Exercise description:
Copy exactly, and only, the lines from the line containing "assert!(flights.len() >= 8);" through the last line of the records below, both included.

Exercise data:

//! JSON schema 1 has the keys that it promises, for every demo flight.

use serde_json::Value;
use std::process::Command;

/// The contract, as paths; `[]` stands for each element.
const PROMISED: &[&str] = &[
    "schema",
    "flight.name",
    "flight.from",
    "flight.to",
    "flight.takeoff_utc",
    "flight.landing_utc",
    "flight.airborne_s",
    "flight.distance_m",
    "beneath.state_at_takeoff",
    "beneath.state_at_landing",
    "beneath.crossings.[].utc",
    "beneath.crossings.[].limit",
    "beneath.crossings.[].direction",
    "beneath.crossings.[].event",
    "beneath.crossings.[].lat_deg",
    "beneath.crossings.[].lon_deg",
    "beneath.crossings.[].elevation_deg",
    "beneath.segments.[].state",
    "beneath.segments.[].begins_utc",
    "beneath.segments.[].ends_utc",
    "beneath.segments.[].seconds",
    "beneath.seconds.daylight",
    "beneath.seconds.civil_twilight",
    "beneath.seconds.nautical_twilight",
    "beneath.seconds.astronomical_twilight",
    "beneath.seconds.darkness",
    "beneath.highest.utc",
    "beneath.highest.elevation_deg",
    "beneath.highest.lat_deg",
    "beneath.highest.lon_deg",
    "beneath.lowest.utc",
    "moon.at_takeoff.elevation_deg",
    "moon.at_takeoff.azimuth_deg",
    "moon.at_landing.elevation_deg",
    "moon.at_landing.azimuth_deg",
    "moon.highest.utc",
    "moon.highest.elevation_deg",
    "moon.up_at_takeoff",
    "moon.up_at_landing",
    "moon.illuminated_fraction",
    "moon.phase_angle_deg",
    "moon.waxing",
    "moon.crossings.[].utc",
    "moon.crossings.[].event",
    "moon.crossings.[].lat_deg",
    "moon.crossings.[].lon_deg",
    "moon.segments.[].up",
    "moon.segments.[].seconds",
    "moon.seconds.up",
    "moon.seconds.down",
    "moon.seconds.moonlit_darkness",
    "moon.seconds.dark_darkness",
    "moon.seconds.moonlit_night_twilight",
    "moon.seconds.dark_night_twilight",
    "illuminance.meaning",
    "illuminance.at_takeoff_lux",
    "illuminance.at_landing_lux",
    "illuminance.lux_hours",
    "illuminance.seconds_above.[].lux",
    "illuminance.seconds_above.[].seconds",
    "illuminance.seconds_above.[].crossings",
    "illuminance.brightest.lux",
    "illuminance.darkest.lux",
    "low_sun.[].begins_utc",
    "low_sun.[].ends_utc",
    "low_sun.[].seconds",
    "low_sun.[].strong",
    "low_sun.[].strong_spans.[].begins_utc",
    "low_sun.[].strong_spans.[].ends_utc",
    "low_sun.[].strong_spans.[].seconds",
    "low_sun.[].at_begin.elevation_deg",
    "low_sun.[].at_begin.apparent_elevation_deg",
    "low_sun.[].at_begin.relative_bearing_deg",
    "low_sun.[].at_end.elevation_deg",
    "low_sun.[].at_end.apparent_elevation_deg",
    "low_sun.[].at_end.relative_bearing_deg",
    "low_sun.[].least_bearing_deg",
    "low_sun_limits.sector_deg",
    "low_sun_limits.strong_deg",
    "low_sun_limits.up_to_deg",
    "low_sun_limits.convention",
    "runways.[].at",
    "runways.[].place",
    "runways.[].utc",
    "runways.[].sun_apparent_elevation_deg",
    "runways.[].sun_azimuth_deg",
    "runways.[].sun_is_low",
    "runways.[].runways_known",
    "runways.[].ends.[].designator",
    "runways.[].ends.[].true_bearing_deg",
    "runways.[].ends.[].relative_bearing_deg",
    "runways.[].ends.[].low_sun",
    "alternates.[].place",
    "alternates.[].lat_deg",
    "alternates.[].lon_deg",
    "alternates.[].abeam_utc",
    "alternates.[].distance_m",
    "alternates.[].used_utc",
    "alternates.[].state",
    "alternates.[].elevation_deg",
    "alternates.[].azimuth_deg",
    "alternates.[].polar",
    "circles.[].circle",
    "circles.[].utc",
    "circles.[].direction",
    "circles.[].lat_deg",
    "circles.[].lon_deg",
];

fn holds(value: &Value, path: &[&str]) -> bool {
    match path {
        [] => !value.is_null(),
        ["[]", rest @ ..] => value.as_array().is_some_and(|all| all.iter().all(|one| holds(one, rest))),
        [key, rest @ ..] => value.get(key).is_some_and(|inner| holds(inner, rest)),
    }
}

#[test]
fn schema_one_keeps_its_promise() {
    let folder = std::path::Path::new(env!("CARGO_MANIFEST_DIR")).join("demo-flights");
    let files = std::fs::read_dir(folder)
        .unwrap()
        .map(|e| e.unwrap().path())
        .filter(|p| p.extension().is_some_and(|e| e == "toml"));
    let run = Command::new(env!("CARGO_BIN_EXE_gloamline"))
        .args(["brief", "--as", "json"])
        .args(files)
        .output()
        .unwrap();
    let all: Value = serde_json::from_slice(&run.stdout).unwrap();
    let flights = all.as_array().unwrap();
    assert!(flights.len() >= 8);
    for flight in flights {
        assert_eq!(flight["schema"], 1);
        for path in PROMISED {
            let keys: Vec<&str> = path.split('.').collect();
            assert!(holds(flight, &keys), "{path} is missing in {}", flight["flight"]["name"]);
        }
        let sum: f64 =
            flight["beneath"]["seconds"].as_object().unwrap().values().map(|v| v.as_f64().unwrap()).sum();
        assert!((sum - flight["flight"]["airborne_s"].as_f64().unwrap()).abs() < 0.01);
    }
}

Output below:
    assert!(flights.len() >= 8);
    for flight in flights {
        assert_eq!(flight["schema"], 1);
        for path in PROMISED {
            let keys: Vec<&str> = path.split('.').collect();
            assert!(holds(flight, &keys), "{path} is missing in {}", flight["flight"]["name"]);
        }
        let sum: f64 =
            flight["beneath"]["seconds"].as_object().unwrap().values().map(|v| v.as_f64().unwrap()).sum();
        assert!((sum - flight["flight"]["airborne_s"].as_f64().unwrap()).abs() < 0.01);
    }
}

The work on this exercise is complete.